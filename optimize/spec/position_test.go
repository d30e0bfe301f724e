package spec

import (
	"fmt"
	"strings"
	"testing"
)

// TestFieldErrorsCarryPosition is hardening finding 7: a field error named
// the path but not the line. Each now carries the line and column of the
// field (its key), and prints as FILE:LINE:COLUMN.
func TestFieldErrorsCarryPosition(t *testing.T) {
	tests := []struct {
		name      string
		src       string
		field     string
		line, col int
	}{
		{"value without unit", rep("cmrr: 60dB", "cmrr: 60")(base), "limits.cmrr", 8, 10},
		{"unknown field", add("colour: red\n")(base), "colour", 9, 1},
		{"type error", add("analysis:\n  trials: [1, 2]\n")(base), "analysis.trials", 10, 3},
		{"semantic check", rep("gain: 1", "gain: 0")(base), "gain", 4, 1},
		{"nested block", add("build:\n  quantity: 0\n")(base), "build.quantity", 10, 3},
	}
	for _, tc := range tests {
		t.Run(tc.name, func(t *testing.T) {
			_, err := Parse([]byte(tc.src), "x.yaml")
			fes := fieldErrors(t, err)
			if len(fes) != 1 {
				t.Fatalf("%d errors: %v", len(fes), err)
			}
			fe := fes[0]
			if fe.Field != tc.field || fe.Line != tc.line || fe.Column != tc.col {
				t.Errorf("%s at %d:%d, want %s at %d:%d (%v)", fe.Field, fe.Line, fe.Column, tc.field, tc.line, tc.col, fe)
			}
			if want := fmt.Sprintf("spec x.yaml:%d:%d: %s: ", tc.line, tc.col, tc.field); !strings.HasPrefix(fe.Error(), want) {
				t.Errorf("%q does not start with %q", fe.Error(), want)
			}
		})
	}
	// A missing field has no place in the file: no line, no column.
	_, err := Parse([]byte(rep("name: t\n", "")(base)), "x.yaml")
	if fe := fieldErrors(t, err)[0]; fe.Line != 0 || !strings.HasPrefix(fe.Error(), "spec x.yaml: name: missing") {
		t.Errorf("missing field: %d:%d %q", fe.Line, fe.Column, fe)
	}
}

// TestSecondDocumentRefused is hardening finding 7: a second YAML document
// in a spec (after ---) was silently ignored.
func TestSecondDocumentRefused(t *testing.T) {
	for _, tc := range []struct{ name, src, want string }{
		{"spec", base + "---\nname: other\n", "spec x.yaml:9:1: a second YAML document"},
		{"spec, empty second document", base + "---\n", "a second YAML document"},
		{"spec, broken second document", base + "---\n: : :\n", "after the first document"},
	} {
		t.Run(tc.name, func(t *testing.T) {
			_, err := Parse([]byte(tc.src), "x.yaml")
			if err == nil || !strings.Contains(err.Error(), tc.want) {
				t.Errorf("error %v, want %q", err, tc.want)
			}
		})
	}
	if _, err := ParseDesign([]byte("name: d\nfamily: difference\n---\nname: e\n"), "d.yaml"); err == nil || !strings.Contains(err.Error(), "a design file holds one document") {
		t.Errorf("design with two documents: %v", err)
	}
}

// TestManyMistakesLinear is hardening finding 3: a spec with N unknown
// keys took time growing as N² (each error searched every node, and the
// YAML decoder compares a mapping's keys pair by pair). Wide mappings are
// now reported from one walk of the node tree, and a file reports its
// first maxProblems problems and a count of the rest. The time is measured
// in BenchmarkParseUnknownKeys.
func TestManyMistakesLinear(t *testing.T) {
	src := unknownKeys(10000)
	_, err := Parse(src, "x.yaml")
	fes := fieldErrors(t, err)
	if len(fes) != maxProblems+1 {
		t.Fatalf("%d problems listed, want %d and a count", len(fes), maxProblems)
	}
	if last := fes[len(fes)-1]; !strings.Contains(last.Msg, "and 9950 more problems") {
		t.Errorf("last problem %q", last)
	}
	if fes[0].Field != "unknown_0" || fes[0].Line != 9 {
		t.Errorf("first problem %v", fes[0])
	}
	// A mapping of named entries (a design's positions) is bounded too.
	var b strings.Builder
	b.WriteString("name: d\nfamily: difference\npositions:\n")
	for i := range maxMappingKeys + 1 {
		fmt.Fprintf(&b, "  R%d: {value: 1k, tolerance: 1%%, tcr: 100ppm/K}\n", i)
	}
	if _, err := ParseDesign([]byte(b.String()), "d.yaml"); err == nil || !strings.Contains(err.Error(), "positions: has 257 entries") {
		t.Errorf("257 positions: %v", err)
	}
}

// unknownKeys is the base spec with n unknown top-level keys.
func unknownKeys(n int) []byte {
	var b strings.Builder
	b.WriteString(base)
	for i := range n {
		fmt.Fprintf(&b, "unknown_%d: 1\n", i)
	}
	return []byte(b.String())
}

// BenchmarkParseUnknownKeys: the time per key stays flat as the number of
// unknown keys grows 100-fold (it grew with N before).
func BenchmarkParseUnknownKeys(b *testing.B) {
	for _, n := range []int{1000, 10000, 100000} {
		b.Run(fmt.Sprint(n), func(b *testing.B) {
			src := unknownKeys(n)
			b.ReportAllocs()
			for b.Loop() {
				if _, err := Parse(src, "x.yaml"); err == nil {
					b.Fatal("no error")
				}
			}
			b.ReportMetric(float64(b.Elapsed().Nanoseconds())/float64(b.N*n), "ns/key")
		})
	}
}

--------------------------------------------------

**Assigned task:** Some lines of the data above may hold the word "Fprintf"; report how many do, and nothing else.

**Your solution:** 2